__Data for this task__:
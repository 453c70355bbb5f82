import { useState } from 'react';
import { createCommission, updateCommission, type CommissionView } from '../../../../shared/contracts/commissions.ts';
import {
  COMMISSION_STATES,
  CURRENCIES,
  type CommissionState,
  type Currency,
} from '../../../../shared/contracts/vocabulary.ts';
import { MINOR_DIGITS } from '../../../../shared/units/money.ts';
import { ConflictSheet } from '../../../components/conflict-sheet.tsx';
import { ProblemNotice } from '../../../components/problem-notice.tsx';
import { Button } from '../../../components/ui/button.tsx';
import { Checkbox } from '../../../components/ui/checkbox.tsx';
import { DateInput } from '../../../components/ui/date-input.tsx';
import { Field } from '../../../components/ui/field.tsx';
import { Select } from '../../../components/ui/select.tsx';
import { TextArea } from '../../../components/ui/text-area.tsx';
import { TextInput } from '../../../components/ui/text-input.tsx';
import { useContractForm } from '../../../hooks/use-contract-form.ts';
import { keys } from '../../../lib/query-keys.ts';
import { COMMISSION_STATE_WORDS, ROLE_WORDS } from '../../../lib/words.ts';

interface BriefValues extends Record<string, string> {
  title: string;
  brief: string;
  dateWanted: string;
  budget: string;
  currency: string;
}

const toMinor = (text: string, currency: string): number | null =>
  text.trim() === ''
    ? null
    : Math.round(Number(text.trim().replace(',', '.')) * 10 ** (MINOR_DIGITS[currency as Currency] ?? 2));

const toMajor = (amountMinor: number | null | undefined, currency: string): string =>
  amountMinor === null || amountMinor === undefined
    ? ''
    : String(amountMinor / 10 ** (MINOR_DIGITS[currency as Currency] ?? 2));

const briefBody = (values: BriefValues) => ({
  title: values.title,
  brief: values.brief,
  dateWanted: values.dateWanted || null,
  budgetMinor: toMinor(values.budget, values.currency),
  currency: values.currency as Currency,
});

interface BriefFieldsProps {
  values: BriefValues;
  set: <K extends 'title' | 'brief' | 'dateWanted' | 'budget' | 'currency'>(name: K, value: string) => void;
  errorAt: (pointer: string) => string | undefined;
}

function BriefFields({ values, set, errorAt }: BriefFieldsProps) {
  return (
    <>
      <Field label="Name of the piece" required error={errorAt('title')}>
        <TextInput value={values.title} maxLength={120} onChange={(event) => set('title', event.target.value)} />
      </Field>
      <Field
        label="Brief"
        hint="What it is, finish, blade, sound, switch, cell, accents"
        optional
        error={errorAt('brief')}
      >
        <TextArea value={values.brief} maxLength={8000} onChange={(event) => set('brief', event.target.value)} />
      </Field>
      <div className="grid gap-4 sm:grid-cols-3">
        <Field label="Date wanted" optional error={errorAt('dateWanted')}>
          <DateInput value={values.dateWanted} onChange={(event) => set('dateWanted', event.target.value)} />
        </Field>
        <Field label="Budget" optional hint="Seen by you and the client alone" error={errorAt('budgetMinor')}>
          <TextInput
            inputMode="decimal"
            value={values.budget}
            onChange={(event) => set('budget', event.target.value)}
          />
        </Field>
        <Field label="Currency">
          <Select value={values.currency} onChange={(event) => set('currency', event.target.value)}>
            {CURRENCIES.map((currency) => (
              <option key={currency}>{currency}</option>
            ))}
          </Select>
        </Field>
      </div>
    </>
  );
}

export function NewCommissionForm({
  shops,
  onMade,
}: {
  shops: readonly { shopId: string; name: string }[];
  onMade: (commissionId: string) => void;
}) {
  const [leadShopId, setLeadShopId] = useState(shops[0]?.shopId ?? '');
  const [also, setAlso] = useState<readonly ('maker' | 'finisher' | 'installer')[]>([]);
  const form = useContractForm(createCommission, {
    name: 'new-commission',
    initial: { title: '', brief: '', dateWanted: '', budget: '', currency: 'EUR' },
    toInput: (values) => ({ body: { leadShopId, alsoRoles: [...also], ...briefBody(values) } }),
    stale: () => [keys.commissions.lists(), keys.bench()],
    onDone: (made) => onMade(made.id),
  });
  return (
    <form
      className="grid max-w-words gap-4"
      onSubmit={(event) => {
        event.preventDefault();
        form.submit();
      }}
    >
      <Field label="Lead shop" hint="It holds the contract with the client">
        <Select value={leadShopId} onChange={(event) => setLeadShopId(event.target.value)}>
          {shops.map((shop) => (
            <option key={shop.shopId} value={shop.shopId}>
              {shop.name}
            </option>
          ))}
        </Select>
      </Field>
      <fieldset className="grid gap-2">
        <legend className="font-semibold">Your shop is also</legend>
        {(['maker', 'finisher', 'installer'] as const).map((role) => (
          <Checkbox
            key={role}
            label={ROLE_WORDS[role]}
            checked={also.includes(role)}
            onChange={(event) => setAlso(event.target.checked ? [...also, role] : also.filter((one) => one !== role))}
          />
        ))}
      </fieldset>
      <BriefFields values={form.values} set={form.set} errorAt={form.errorAt} />
      <div className="flex flex-wrap items-center gap-3">
        <Button type="submit" busy={form.act.pending}>
          Open the commission
        </Button>
        {form.isDraft && <span className="text-note text-lead-grey">draft kept</span>}
      </div>
      <ProblemNotice problem={form.act.problem} />
    </form>
  );
}

export function EditCommissionForm({ commission }: { commission: CommissionView }) {
  const currency = commission.currency ?? 'EUR';
  const form = useContractForm(updateCommission, {
    name: `commission-${commission.id}`,
    initial: {
      title: commission.title,
      brief: commission.brief ?? '',
      dateWanted: commission.dateWanted ?? '',
      budget: toMajor(commission.budgetMinor, currency),
      currency,
      state: commission.state,
      // Part of what was typed: a draft knows the revision it began from, over a reload too.
      revision: commission.revision.toString(),
    },
    toInput: (values) => ({
      params: { commissionId: commission.id },
      body: { revision: Number(values.revision), ...briefBody(values), state: values.state },
    }),
    stale: () => [keys.commission(commission.id), keys.commissions.lists()],
  });
  const theirs =
    form.act.problem?.code === 'stale-revision' ? (form.act.problem.problem.current as CommissionView) : null;
  const { values, set } = form;
  return (
    <form
      className="grid max-w-words gap-4"
      onSubmit={(event) => {
        event.preventDefault();
        form.submit();
      }}
    >
      <BriefFields values={values} set={(name, value) => form.patch({ [name]: value })} errorAt={form.errorAt} />
      <Field label="State">
        <Select value={values.state} onChange={(event) => set('state', event.target.value as CommissionState)}>
          {COMMISSION_STATES.map((state) => (
            <option key={state} value={state}>
              {COMMISSION_STATE_WORDS[state]}
            </option>
          ))}
        </Select>
      </Field>
      <div className="flex flex-wrap items-center gap-3">
        <Button type="submit" busy={form.act.pending} disabled={!form.isDraft}>
          Save the changes
        </Button>
        {form.isDraft && (
          <>
            <span className="text-note text-lead-grey">draft kept</span>
            <Button variant="quiet" onClick={form.forget}>
              Leave it as it was
            </Button>
          </>
        )}
      </div>
      {theirs ? (
        <ConflictSheet
          fields={[
            {
              name: 'title',
              label: 'Name',
              mine: values.title,
              theirs: theirs.title,
              same: values.title === theirs.title,
              takeTheirs: () => set('title', theirs.title),
            },
            {
              name: 'brief',
              label: 'Brief',
              mine: values.brief,
              theirs: theirs.brief ?? '',
              same: values.brief === (theirs.brief ?? ''),
              takeTheirs: () => set('brief', theirs.brief ?? ''),
            },
            {
              name: 'dateWanted',
              label: 'Date wanted',
              mine: values.dateWanted || 'none',
              theirs: theirs.dateWanted ?? 'none',
              same: values.dateWanted === (theirs.dateWanted ?? ''),
              takeTheirs: () => set('dateWanted', theirs.dateWanted ?? ''),
            },
            {
              name: 'budget',
              label: 'Budget',
              mine: values.budget || 'none',
              theirs: toMajor(theirs.budgetMinor, currency) || 'none',
              same: values.budget === toMajor(theirs.budgetMinor, currency),
              takeTheirs: () => set('budget', toMajor(theirs.budgetMinor, currency)),
            },
            {
              name: 'state',
              label: 'State',
              mine: values.state,
              theirs: theirs.state,
              same: values.state === theirs.state,
              takeTheirs: () => set('state', theirs.state),
            },
          ]}
          onSaveMine={() => {
            form.patch({ revision: theirs.revision.toString() });
            form.act.run({
              params: { commissionId: commission.id },
              body: { revision: theirs.revision, ...briefBody(values), state: values.state },
            });
          }}
        />
      ) : (
        <ProblemNotice problem={form.act.problem} />
      )}
    </form>
  );
}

__Exercise objective__: The word "undefined" appears on some lines of the data above; count those lines and return only the number.

__Worked solution__: 3